An Innovative Curriculum

The breadth and diversity of courses you can take in the College of Arts & Sciences is extraordinary: in addition to more than 2000 classes offered each year by the College of Arts & Sciences, you'll enjoy access to nearly 2,000 additional courses in the six professional and applied colleges at Cornell, many considered the best in the nation in their respective fields.

Academic Distribution Requirements

The College’s academic distribution requirements will give you:

  • cultural breadth (both geographical and temporal)
  • effective writing and quantitative skills
  • facility in a foreign language beyond the introductory level
  • imaginative and critical thinking

To choose your courses for a semester, use the Class Roster. It shows the schedule of all classes offered in a particular term, along with class enrollment information and course details. The Class Roster is updated frequently.

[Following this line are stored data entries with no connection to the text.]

/**
 * Findings worth telling, from all packs there were: bad lots and draw shifts by the tests of
 * `fleet-findings.ts`, each kept from passing for the other, with a bar above the tests' own.
 *
 * A weak lot looks like a thirsty device and a thirsty firmware like a weak lot. So draws are
 * looked at without the packs of bad lots, then lots without the packs that a shifted draw wore.
 * The tests take packs of a cohort for alike; they are not quite (sites, installers, winters), so
 * their chances are too small and the bar is higher. The bar was set on the demonstration fleet,
 * where the one bad lot and the one firmware change are found and nothing else is.
 */
import type { EpochDays } from "../units";
import { type DepthObservation, levelByDepth } from "./draw-observations";
import {
  type BadLot,
  badLots,
  type DrawObservation,
  type DrawShift,
  drawShifts,
} from "./fleet-findings";
import { type FinishedPack, learnCohorts } from "./fleet-prior";

/** A lot or a shift that moves dates by less is not worth a visit. */
const WORTH = { lifeFactor: 0.85, drawFactor: 1.15 } as const;
const LEAST_PACKS = 8;
const LEAST_CHANCE = 1e-5;
/** A stretch between two voltages is dated by its middle: a shift began up to this long before. */
const SHIFT_SEEN_LATE_DAYS = 200;
/** Observations looked at in each model; the search for a step takes the square of their number. */
const MOST_OBSERVATIONS = 1500;

/** A pack that came out, or one still in (never ended, its life so far). */
export interface WatchedPack extends FinishedPack {
  readonly model: string;
  readonly cellType: string;
  /** The day it came out, or today. */
  readonly until: EpochDays;
}

export interface FleetFindings {
  readonly lots: readonly BadLot[];
  readonly shifts: readonly DrawShift[];
}

/** Bad lots and draw shifts of a fleet, the clearest first. */
export function watchFleet(
  packs: readonly WatchedPack[],
  observations: readonly DepthObservation[],
): FleetFindings {
  const suspect = new Set(lotsWorthTelling(packs).flatMap((lot) => lot.packKeys));
  const shifts = shiftsWorthTelling(observations.filter((o) => !suspect.has(o.packKey)));
  const shiftedAt = new Map(shifts.map((shift) => [shift.model, shift.at]));
  const worn = (pack: WatchedPack) =>
    pack.until > (shiftedAt.get(pack.model) ?? Infinity) - SHIFT_SEEN_LATE_DAYS;
  return { lots: lotsWorthTelling(packs.filter((pack) => !worn(pack))), shifts };
}

/** Lots against the other packs of their cell type, each life relative to its cohort's. */
function lotsWorthTelling(packs: readonly WatchedPack[]): BadLot[] {
  const cohorts = new Map(learnCohorts(packs).map((life) => [life.cohort, life.mean]));
  const byCell = new Map<string, WatchedPack[]>();
  for (const pack of packs) {
    const lifeRatio = pack.lifeRatio / Math.exp(cohorts.get(pack.cohort) ?? 0);
    const own = byCell.get(pack.cellType);
    if (own) own.push({ ...pack, lifeRatio });
    else byCell.set(pack.cellType, [{ ...pack, lifeRatio }]);
  }
  return [...byCell.values()]
    .flatMap((own) => badLots(own))
    .filter((lot) => lot.lifeFactor <= WORTH.lifeFactor && lot.chance <= LEAST_CHANCE)
    .filter((lot) => lot.packKeys.length >= LEAST_PACKS)
    .sort((a, b) => a.chance - b.chance);
}

function shiftsWorthTelling(observations: readonly DepthObservation[]): DrawShift[] {
  return drawShifts(thinned(levelByDepth(observations))).filter(
    (shift) =>
      Math.max(shift.factor, 1 / shift.factor) >= WORTH.drawFactor &&
      shift.chance <= LEAST_CHANCE &&
      shift.packKeys.length >= LEAST_PACKS,
  );
}

/** Every k-th observation in time of a model that has more than can be looked at. */
function thinned(observations: readonly DrawObservation[]): DrawObservation[] {
  const models = new Map<string, DrawObservation[]>();
  for (const o of observations) {
    const own = models.get(o.model);
    if (own) own.push(o);
    else models.set(o.model, [o]);
  }
  return [...models.values()].flatMap((own) => {
    const step = own.length / Math.min(own.length, MOST_OBSERVATIONS);
    const sorted = own.sort((a, b) => a.at - b.at);
    return sorted.filter((_, i) => Math.floor(i / step) !== Math.floor((i - 1) / step));
  });
}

To plan your classes over your four years at Cornell, use the Courses of Study. It represents Cornell’s full catalog of courses and is published annually. It provides information on Cornell degree programs, requirements, policies and procedures.

A New Curriculum 

On October 30, 2018, the College of Arts & Sciences faculty approved a new undergraduate curriculum to be implemented with the incoming first year class in fall 2020. The new curriculum focuses on the theme of exploration and reaffirms the college’s commitment to a liberal arts and sciences education. Changes have made the curriculum easier for students to navigate, simplified the graduation requirements and expanded student opportunities for interdisciplinary work and faculty opportunities for innovative teaching. 

Innovative Learning

If you’re one of the 3,000 students across the university taking biology or physics at the College, you may be part of an innovative classroom project that uses active learning, a new model that is proving to be the quickest path to expert-level mastery.

Your education at Cornell will extend far beyond the classroom, and likely beyond Ithaca. You can join a faculty member’s research team on campus, conduct field study research from India to Maine or spend a semester in D.C. with Cornell in Washington. You could study abroad in one of more than 85 countries or develop your own research project through independent study. Give yourself the freedom to explore.